Mardini fled her home in Damascus with her sister Sarah. The Associated Press describes their journey:

"The sisters left Damascus in early August, joining a wave of Syrian refugees who lost hope of the conflict ending soon. They made their way to Lebanon and then Turkey, where they paid smugglers to take them to Greece."Their first attempt was thwarted when Turkish coastguards drove their boat back so they tried again, boarding a small inflatable dinghy at dusk. There were 20 people crowded onto the boat, all but three of whom couldn't swim. Within half an hour, the boat was taking on water."All the passengers' bags were thrown overboard in an effort to stay afloat as wind churned up the Aegean Sea. But it wasn't enough. As a last resort, Yusra, Sarah and another strong swimmer jumped into the water to give the boat more buoyancy."

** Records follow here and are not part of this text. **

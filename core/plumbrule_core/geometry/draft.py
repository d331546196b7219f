"""What every reader hands over: drafts of species, or all faulty lines at once."""

import math
import re
from dataclasses import dataclass, field

from plumbrule_core.documents.species import Atom
from plumbrule_core.elements import ELEMENTS
from plumbrule_core.errors import Unreadable

MOST_FAULTS = 10
"""A refusal names this many faults and counts the rest."""
MOST_ATOMS = 500
LARGEST_COORDINATE = 1e4
SERIAL = "0123456789_"
"""What may follow a symbol in a label such as `C12`."""
HEAVY_HYDROGEN = ("D", "T")
GHOSTS = ("X", "XX", "BQ", "GH", "GHOST", "Q", "DU", "DUMMY", "LP", "*")
BEYOND = ("Fr", "Ra", "Ac", "Th", "Pa", "U", "Np", "Pu", "Am", "Cm", "Bk", "Cf", "Es", "Fm", "Md", "No", "Lr")
BY_NUMBER = {element.number: symbol for symbol, element in ELEMENTS.items()}


@dataclass(frozen=True, slots=True, kw_only=True)
class Draft:
    """A species as a file has it: charge and multiplicity are None where the file does not say."""

    atoms: tuple[Atom, ...]
    charge: int | None = None
    multiplicity: int | None = None
    title: str = ""
    notes: tuple[str, ...] = ()
    """What was done to the file's words on the way in, for the origin: `D read as H`."""


@dataclass(slots=True)
class Faulty:
    """Collects what is wrong place by place, so that all of it can be said at once."""

    said: list[str] = field(default_factory=list)

    def add(self, where: int | str, says: str) -> None:
        """One fault of a line (numbered from 1) or of a place that has a name of its own."""
        self.said.append(f"line {where}: {says}" if isinstance(where, int) else f"{where}: {says}")

    def refuse(self) -> None:
        """Raise Unreadable with the first ten faults where there are any."""
        if not self.said:
            return
        more = len(self.said) - MOST_FAULTS
        rest = [f"and {more} more {'fault' if more == 1 else 'faults'}"] if more > 0 else []
        raise Unreadable("\n".join(self.said[:MOST_FAULTS] + rest))


def symbol_of(label: str) -> str:
    """The element that a label (`C`, `c`, `C12`, `D`) or an atomic number means.

    Raises ValueError with a sentence.
    """
    if label.isascii() and label.isdigit():
        return _by_number(label)
    bare = label.rstrip(SERIAL)
    symbol = bare.capitalize()
    if symbol in ELEMENTS:
        return symbol
    if symbol in HEAVY_HYDROGEN:
        return "H"
    raise ValueError(_why_not(label, bare))


def _by_number(label: str) -> str:
    number = int(label[:6])
    if number in BY_NUMBER:
        return BY_NUMBER[number]
    if number == 0:
        raise ValueError(_why_not(label, "X"))
    raise ValueError(f"atomic number {label[:20]} is not known; 1 (H) to 86 (Rn) are")


def _why_not(label: str, bare: str) -> str:
    shown = label[:20]
    if bare.upper() in GHOSTS or re.match(r"(?i)gh|bq|@|x-|x:", label):
        return (
            f"'{shown}' is a ghost or dummy atom, which a species cannot hold; leave it out "
            "(a binding energy adds ghost functions by itself)"
        )
    if bare.capitalize() in BEYOND:
        return f"'{shown}' is heavier than radon, the last element that is known here"
    return f"'{shown}' is not an element; a symbol such as C or an atomic number such as 6 is"


def isotope_notes(labels: list[str]) -> tuple[str, ...]:
    """`D read as H` for each heavy hydrogen among the labels."""
    bare = {label.rstrip(SERIAL).upper() for label in labels}
    return tuple(f"{name} read as H" for name in HEAVY_HYDROGEN if name in bare)


def coordinate(text: str) -> float:
    """A coordinate in angstrom, from `0.117` or `1.17D-01`; raises ValueError with a sentence."""
    shown = text[:20]
    try:
        value = float(re.sub(r"(?<=[\d.])[dD](?=[+-]?\d)", "e", text))
    except ValueError:
        raise ValueError(f"'{shown}' is not a number; a coordinate in angstrom such as 0.117 is") from None
    return in_range(value)


def in_range(value: float) -> float:
    """The coordinate itself; raises ValueError with a sentence where it is not finite or absurdly far out."""
    if not math.isfinite(value) or abs(value) > LARGEST_COORDINATE:
        raise ValueError(f"{value:g} is not a coordinate; they lie between -10000 and 10000 angstrom")
    return value


def atom_of(fields: list[str]) -> Atom:
    """An atom from a label and three numbers; raises ValueError with a sentence naming all that is wrong."""
    if len(fields) < 4:
        raise ValueError(
            f"'{' '.join(fields)[:40]}' is not a whole atom; it needs a symbol and three coordinates"
        )
    wrong: list[str] = []
    symbol, position = "H", [0.0, 0.0, 0.0]
    try:
        symbol = symbol_of(fields[0])
    except ValueError as error:
        wrong.append(str(error))
    for axis in range(3):
        try:
            position[axis] = coordinate(fields[axis + 1])
        except ValueError as error:
            wrong.append(str(error))
    if wrong:
        raise ValueError("; ".join(wrong))
    return Atom(symbol=symbol, x=position[0], y=position[1], z=position[2])


def check_size(count: int) -> None:
    """Raise Unreadable where a species would have too many atoms."""
    if count > MOST_ATOMS:
        raise Unreadable(
            f"{count} atoms are more than a species may have ({MOST_ATOMS}); "
            "cut out the part that the question is about"
        )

They spent 3 1/2 hours in the water before reaching Lesbos. It was awful, Yusra Mardini says, and left her with a hatred for the open sea.

But it didn't destroy her love of swimming.

Mardini and her sister traveled through Macedonia, Serbia, Hungary and Austria before reaching Germany. There, the two of them were connected with a local swimming club.

Mardini has been training for the past five months, hoping to qualify for the Olympics.

In the video released by the IOC, Mardini says she didn't want to sit around and cry.

"It's tough. It was really hard, for everyone, and I don't blame anyone if they cried. But sometimes you just have to move on," she says.

She's proud to be a refugee, she says: "My sister, when she wants to encourage me, says, 'Show them the refugee, what she will do.' "

But she's more focused on being an athlete.

"In the water," she says, "there is no difference if you are a refugee or a Syrian or German."